───── Entries supplied
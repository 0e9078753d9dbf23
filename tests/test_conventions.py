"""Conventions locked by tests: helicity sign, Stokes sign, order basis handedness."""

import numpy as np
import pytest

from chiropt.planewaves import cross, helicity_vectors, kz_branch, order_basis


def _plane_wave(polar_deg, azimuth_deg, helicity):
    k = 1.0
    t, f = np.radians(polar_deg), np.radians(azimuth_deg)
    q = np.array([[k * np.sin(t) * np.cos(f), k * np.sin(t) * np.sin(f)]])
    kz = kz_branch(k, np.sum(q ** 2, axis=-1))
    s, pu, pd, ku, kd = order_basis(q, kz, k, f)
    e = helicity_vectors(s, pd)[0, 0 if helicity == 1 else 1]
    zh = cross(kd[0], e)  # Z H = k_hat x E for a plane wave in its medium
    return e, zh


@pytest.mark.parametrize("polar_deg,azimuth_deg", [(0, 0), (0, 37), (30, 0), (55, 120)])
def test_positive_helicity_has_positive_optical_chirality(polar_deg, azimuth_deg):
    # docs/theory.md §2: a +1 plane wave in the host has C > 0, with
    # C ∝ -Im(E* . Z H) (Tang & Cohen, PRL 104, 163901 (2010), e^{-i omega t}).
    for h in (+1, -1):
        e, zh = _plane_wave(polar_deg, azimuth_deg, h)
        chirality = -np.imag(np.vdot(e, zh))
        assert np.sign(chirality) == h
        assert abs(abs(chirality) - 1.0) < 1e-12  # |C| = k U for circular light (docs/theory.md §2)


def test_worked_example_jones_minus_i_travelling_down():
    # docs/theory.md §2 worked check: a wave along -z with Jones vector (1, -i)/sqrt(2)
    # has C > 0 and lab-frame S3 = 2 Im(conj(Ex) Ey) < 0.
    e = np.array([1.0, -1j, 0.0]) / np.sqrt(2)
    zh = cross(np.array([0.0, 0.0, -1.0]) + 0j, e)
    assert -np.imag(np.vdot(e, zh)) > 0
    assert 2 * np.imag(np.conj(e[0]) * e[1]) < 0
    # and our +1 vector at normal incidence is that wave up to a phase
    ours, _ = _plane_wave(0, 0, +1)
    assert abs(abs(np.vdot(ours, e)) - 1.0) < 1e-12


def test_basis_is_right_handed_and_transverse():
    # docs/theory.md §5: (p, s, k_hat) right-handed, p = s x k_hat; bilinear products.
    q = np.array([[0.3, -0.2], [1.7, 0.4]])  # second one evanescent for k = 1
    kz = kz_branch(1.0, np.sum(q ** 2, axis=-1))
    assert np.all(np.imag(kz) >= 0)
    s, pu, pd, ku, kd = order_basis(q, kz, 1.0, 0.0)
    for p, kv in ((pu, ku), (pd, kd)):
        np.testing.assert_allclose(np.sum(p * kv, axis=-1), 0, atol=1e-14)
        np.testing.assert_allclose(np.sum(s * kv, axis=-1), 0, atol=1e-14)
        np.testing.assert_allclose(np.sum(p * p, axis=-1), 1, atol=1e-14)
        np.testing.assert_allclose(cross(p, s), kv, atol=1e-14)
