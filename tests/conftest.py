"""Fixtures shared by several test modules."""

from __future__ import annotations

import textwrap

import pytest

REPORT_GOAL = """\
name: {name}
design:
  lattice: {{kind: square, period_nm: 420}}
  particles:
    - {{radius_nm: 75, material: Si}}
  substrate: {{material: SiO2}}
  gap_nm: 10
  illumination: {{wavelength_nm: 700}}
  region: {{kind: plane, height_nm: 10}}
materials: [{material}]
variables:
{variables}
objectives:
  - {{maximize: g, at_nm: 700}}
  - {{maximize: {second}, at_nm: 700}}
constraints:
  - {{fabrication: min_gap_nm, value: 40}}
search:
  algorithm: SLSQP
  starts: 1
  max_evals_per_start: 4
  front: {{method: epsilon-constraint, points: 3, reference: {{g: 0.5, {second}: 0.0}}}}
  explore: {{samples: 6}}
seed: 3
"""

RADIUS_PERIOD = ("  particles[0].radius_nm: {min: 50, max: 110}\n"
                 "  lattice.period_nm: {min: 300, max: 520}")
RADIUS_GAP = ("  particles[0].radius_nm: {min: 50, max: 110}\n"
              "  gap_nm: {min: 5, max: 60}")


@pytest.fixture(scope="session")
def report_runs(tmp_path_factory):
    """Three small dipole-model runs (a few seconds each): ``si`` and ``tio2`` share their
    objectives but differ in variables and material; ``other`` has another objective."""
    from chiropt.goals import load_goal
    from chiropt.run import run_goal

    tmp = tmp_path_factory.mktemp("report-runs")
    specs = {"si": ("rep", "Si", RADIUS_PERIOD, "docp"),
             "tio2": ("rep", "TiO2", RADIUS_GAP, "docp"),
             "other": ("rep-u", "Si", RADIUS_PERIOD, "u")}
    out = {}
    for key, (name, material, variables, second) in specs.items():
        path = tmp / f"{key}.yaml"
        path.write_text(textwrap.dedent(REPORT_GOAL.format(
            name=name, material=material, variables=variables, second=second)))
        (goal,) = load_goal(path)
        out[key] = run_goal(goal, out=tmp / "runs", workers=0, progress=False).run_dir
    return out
──────────
───── Entries supplied
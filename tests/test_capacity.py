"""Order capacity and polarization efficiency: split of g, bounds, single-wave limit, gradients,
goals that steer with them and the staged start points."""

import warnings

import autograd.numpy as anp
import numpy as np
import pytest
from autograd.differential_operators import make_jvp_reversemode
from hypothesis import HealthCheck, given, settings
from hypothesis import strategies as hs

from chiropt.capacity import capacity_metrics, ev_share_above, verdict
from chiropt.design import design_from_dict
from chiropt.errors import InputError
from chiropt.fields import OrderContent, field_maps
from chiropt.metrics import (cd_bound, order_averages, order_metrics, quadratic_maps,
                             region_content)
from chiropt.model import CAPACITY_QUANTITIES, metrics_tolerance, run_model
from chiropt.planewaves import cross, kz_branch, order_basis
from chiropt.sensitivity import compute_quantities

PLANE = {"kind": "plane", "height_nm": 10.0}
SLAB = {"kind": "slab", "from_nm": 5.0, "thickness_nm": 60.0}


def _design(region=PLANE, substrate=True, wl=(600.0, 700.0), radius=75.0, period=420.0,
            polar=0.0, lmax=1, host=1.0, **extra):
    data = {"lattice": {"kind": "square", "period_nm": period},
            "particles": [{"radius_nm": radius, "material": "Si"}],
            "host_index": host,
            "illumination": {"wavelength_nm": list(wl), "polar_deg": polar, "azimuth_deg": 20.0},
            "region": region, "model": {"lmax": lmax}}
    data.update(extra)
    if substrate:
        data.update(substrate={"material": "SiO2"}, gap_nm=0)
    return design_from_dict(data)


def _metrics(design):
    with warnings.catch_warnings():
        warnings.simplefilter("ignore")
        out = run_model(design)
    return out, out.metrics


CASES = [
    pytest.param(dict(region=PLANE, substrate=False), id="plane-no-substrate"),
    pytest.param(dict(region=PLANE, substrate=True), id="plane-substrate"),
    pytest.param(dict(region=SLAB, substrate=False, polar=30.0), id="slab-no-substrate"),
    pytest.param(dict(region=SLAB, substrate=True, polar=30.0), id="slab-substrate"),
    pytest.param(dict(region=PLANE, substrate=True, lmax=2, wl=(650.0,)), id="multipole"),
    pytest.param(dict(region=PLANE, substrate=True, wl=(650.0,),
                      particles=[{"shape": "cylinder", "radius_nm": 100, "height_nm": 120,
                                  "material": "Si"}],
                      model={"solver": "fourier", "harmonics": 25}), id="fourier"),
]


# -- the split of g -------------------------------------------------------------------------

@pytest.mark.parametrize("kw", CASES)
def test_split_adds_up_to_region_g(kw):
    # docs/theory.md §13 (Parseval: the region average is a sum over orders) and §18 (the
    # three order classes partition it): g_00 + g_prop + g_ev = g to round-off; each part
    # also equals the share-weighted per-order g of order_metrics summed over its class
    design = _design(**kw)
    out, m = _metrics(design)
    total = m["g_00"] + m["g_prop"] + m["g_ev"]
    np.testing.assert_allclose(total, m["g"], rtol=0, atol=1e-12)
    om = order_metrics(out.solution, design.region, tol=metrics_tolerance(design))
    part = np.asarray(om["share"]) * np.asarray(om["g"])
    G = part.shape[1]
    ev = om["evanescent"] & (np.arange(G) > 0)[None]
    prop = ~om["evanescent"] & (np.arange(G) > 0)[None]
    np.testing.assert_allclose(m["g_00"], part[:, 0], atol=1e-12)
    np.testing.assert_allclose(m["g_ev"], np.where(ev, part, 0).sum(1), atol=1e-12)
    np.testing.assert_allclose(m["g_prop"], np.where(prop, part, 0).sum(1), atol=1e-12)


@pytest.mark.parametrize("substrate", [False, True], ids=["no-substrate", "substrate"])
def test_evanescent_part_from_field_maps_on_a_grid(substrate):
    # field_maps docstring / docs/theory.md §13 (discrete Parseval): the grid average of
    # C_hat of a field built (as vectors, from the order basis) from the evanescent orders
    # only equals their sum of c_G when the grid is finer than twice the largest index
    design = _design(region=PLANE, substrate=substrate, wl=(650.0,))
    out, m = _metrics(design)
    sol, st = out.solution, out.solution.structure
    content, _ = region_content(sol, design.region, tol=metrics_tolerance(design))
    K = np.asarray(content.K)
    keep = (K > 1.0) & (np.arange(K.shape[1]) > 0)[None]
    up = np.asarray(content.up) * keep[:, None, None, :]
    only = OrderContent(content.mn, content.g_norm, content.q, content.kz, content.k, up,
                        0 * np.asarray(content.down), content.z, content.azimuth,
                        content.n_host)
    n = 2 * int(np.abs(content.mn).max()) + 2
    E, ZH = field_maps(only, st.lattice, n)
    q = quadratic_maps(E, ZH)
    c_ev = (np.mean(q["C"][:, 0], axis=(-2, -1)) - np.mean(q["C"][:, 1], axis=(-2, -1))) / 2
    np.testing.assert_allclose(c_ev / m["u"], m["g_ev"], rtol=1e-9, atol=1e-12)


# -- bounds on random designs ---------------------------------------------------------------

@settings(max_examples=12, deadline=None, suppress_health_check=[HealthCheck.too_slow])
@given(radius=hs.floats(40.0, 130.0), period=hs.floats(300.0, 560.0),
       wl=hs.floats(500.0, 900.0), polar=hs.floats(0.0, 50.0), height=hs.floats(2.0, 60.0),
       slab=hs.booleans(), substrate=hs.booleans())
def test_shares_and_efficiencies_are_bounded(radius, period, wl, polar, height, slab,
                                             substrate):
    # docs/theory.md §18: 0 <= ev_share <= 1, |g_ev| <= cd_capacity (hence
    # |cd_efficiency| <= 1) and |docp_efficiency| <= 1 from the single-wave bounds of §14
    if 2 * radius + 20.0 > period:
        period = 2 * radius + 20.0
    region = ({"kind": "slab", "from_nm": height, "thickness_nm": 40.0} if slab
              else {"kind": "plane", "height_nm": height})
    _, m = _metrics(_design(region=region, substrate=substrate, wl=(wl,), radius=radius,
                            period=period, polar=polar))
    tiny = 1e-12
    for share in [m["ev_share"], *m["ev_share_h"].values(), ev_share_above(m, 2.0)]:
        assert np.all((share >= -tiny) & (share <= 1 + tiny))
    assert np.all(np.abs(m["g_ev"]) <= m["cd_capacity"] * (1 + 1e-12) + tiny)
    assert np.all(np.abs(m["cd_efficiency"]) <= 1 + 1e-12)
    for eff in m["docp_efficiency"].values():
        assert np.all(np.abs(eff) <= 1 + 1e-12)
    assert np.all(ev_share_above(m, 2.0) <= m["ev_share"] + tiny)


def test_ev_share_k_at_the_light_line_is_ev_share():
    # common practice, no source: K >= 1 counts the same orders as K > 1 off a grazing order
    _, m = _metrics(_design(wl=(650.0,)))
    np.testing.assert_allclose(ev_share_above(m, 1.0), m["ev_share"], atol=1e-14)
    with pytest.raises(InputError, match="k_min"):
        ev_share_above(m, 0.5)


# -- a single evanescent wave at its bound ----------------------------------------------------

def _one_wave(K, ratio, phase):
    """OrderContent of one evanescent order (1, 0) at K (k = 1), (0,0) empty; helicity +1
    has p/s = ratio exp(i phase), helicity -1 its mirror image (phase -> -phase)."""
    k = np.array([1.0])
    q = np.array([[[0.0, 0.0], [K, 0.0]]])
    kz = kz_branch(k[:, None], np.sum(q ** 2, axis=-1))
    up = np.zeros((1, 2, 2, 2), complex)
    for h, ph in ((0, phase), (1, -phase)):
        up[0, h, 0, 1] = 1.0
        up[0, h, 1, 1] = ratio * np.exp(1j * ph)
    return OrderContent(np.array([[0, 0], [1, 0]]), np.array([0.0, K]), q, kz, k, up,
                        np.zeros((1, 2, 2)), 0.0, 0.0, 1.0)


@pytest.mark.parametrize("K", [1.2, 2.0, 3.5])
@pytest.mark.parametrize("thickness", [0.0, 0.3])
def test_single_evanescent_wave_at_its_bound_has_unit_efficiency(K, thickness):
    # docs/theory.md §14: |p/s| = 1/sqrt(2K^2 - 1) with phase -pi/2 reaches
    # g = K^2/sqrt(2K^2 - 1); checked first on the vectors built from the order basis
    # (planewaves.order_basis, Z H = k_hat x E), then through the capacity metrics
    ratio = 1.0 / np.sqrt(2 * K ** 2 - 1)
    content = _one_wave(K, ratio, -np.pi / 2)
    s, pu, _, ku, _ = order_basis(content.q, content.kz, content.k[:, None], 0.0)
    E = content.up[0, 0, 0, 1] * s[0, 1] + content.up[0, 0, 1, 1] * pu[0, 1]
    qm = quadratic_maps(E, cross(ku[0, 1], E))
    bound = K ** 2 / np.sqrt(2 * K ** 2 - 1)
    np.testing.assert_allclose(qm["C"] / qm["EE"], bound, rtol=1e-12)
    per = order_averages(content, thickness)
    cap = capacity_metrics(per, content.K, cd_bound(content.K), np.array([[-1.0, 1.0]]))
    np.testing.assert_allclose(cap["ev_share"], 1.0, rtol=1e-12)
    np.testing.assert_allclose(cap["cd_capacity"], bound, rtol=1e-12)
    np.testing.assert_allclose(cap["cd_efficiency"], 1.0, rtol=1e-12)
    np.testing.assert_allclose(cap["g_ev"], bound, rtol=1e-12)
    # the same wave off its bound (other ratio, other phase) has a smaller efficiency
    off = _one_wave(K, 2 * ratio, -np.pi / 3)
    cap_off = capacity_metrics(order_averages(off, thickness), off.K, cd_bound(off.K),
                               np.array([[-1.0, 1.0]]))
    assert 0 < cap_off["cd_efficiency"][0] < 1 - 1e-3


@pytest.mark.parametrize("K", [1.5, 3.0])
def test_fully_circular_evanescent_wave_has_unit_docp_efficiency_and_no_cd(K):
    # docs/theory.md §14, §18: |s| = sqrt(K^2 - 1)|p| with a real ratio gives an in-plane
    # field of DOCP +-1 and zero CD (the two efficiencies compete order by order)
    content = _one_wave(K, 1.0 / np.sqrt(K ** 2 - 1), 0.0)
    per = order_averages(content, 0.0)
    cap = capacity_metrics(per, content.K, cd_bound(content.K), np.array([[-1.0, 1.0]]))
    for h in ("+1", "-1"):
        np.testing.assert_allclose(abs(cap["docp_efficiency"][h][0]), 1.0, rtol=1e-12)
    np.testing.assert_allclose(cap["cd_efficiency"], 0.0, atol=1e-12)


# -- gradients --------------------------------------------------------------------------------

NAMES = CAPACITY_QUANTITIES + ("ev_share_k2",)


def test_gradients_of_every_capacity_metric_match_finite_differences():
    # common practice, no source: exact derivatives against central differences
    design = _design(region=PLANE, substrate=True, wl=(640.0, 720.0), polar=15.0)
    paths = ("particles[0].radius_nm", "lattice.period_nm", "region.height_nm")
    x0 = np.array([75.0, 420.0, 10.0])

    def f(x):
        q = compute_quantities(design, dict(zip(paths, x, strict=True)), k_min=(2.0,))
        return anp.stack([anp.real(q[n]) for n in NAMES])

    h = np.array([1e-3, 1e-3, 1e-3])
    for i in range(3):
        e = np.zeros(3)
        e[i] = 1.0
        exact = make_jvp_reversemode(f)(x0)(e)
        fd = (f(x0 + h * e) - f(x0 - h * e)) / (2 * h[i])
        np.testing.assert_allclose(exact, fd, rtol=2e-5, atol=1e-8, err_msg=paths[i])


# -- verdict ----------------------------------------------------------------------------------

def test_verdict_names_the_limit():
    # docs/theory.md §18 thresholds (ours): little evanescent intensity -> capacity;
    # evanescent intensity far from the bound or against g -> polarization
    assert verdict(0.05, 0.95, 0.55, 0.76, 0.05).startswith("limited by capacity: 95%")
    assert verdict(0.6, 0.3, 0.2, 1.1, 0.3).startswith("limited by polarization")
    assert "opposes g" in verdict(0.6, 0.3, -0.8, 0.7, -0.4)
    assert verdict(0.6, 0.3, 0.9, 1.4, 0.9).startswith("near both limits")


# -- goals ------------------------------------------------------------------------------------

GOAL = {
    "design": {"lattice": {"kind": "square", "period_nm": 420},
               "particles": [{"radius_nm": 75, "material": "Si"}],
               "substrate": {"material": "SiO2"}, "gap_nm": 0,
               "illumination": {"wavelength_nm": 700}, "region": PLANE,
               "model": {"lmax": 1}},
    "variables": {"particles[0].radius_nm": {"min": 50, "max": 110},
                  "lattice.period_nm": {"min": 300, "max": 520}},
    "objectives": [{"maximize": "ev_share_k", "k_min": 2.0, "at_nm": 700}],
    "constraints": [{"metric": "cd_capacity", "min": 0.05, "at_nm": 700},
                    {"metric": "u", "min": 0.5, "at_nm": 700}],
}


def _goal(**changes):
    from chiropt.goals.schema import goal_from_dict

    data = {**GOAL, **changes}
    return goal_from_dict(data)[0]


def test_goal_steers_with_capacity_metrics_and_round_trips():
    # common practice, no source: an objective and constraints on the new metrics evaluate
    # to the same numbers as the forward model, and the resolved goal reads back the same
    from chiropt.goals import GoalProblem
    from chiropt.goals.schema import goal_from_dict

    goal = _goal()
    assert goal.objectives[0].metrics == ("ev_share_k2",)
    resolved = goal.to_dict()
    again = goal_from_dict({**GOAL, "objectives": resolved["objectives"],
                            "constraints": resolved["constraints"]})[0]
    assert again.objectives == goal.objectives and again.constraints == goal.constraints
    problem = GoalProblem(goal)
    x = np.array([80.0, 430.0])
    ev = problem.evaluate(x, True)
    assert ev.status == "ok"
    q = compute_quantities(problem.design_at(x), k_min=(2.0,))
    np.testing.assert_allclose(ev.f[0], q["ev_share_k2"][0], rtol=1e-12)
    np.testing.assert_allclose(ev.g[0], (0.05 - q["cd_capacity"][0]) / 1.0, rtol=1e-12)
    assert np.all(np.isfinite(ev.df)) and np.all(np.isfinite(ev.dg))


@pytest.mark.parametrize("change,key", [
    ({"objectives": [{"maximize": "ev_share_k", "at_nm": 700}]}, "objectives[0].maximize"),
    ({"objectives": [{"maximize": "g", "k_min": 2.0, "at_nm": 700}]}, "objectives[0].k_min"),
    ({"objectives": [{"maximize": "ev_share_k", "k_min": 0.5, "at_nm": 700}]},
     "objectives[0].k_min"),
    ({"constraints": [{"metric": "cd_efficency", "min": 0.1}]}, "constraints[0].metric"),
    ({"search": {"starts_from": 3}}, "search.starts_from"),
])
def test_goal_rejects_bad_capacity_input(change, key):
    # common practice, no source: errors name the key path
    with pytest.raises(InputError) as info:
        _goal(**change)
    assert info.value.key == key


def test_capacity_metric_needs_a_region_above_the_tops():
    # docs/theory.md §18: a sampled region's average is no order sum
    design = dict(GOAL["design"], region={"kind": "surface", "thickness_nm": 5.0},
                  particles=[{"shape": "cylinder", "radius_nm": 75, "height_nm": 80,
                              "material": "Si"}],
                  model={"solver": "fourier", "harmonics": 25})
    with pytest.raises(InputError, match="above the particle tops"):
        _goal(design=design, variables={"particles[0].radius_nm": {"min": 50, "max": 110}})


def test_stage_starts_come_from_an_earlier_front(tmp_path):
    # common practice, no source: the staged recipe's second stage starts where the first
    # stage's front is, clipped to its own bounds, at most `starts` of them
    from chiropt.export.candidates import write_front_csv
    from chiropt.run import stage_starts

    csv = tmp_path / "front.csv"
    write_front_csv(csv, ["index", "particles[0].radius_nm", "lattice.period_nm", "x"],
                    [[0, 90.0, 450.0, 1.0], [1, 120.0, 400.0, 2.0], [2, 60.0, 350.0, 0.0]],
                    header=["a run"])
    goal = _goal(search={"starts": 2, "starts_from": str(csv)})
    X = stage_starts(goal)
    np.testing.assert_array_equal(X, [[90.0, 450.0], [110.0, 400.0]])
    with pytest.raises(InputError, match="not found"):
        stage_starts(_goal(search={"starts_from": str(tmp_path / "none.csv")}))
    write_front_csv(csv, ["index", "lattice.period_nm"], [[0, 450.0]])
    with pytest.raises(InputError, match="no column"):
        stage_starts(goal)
──────────
» Activity: From the records above, give again exactly the lines running from the line with "per = order_averages(content, 0.0)" to the line with "# -- gradients", inclusive.

» Answer space:
    per = order_averages(content, 0.0)
    cap = capacity_metrics(per, content.K, cd_bound(content.K), np.array([[-1.0, 1.0]]))
    for h in ("+1", "-1"):
        np.testing.assert_allclose(abs(cap["docp_efficiency"][h][0]), 1.0, rtol=1e-12)
    np.testing.assert_allclose(cap["cd_efficiency"], 0.0, atol=1e-12)


# -- gradients --------------------------------------------------------------------------------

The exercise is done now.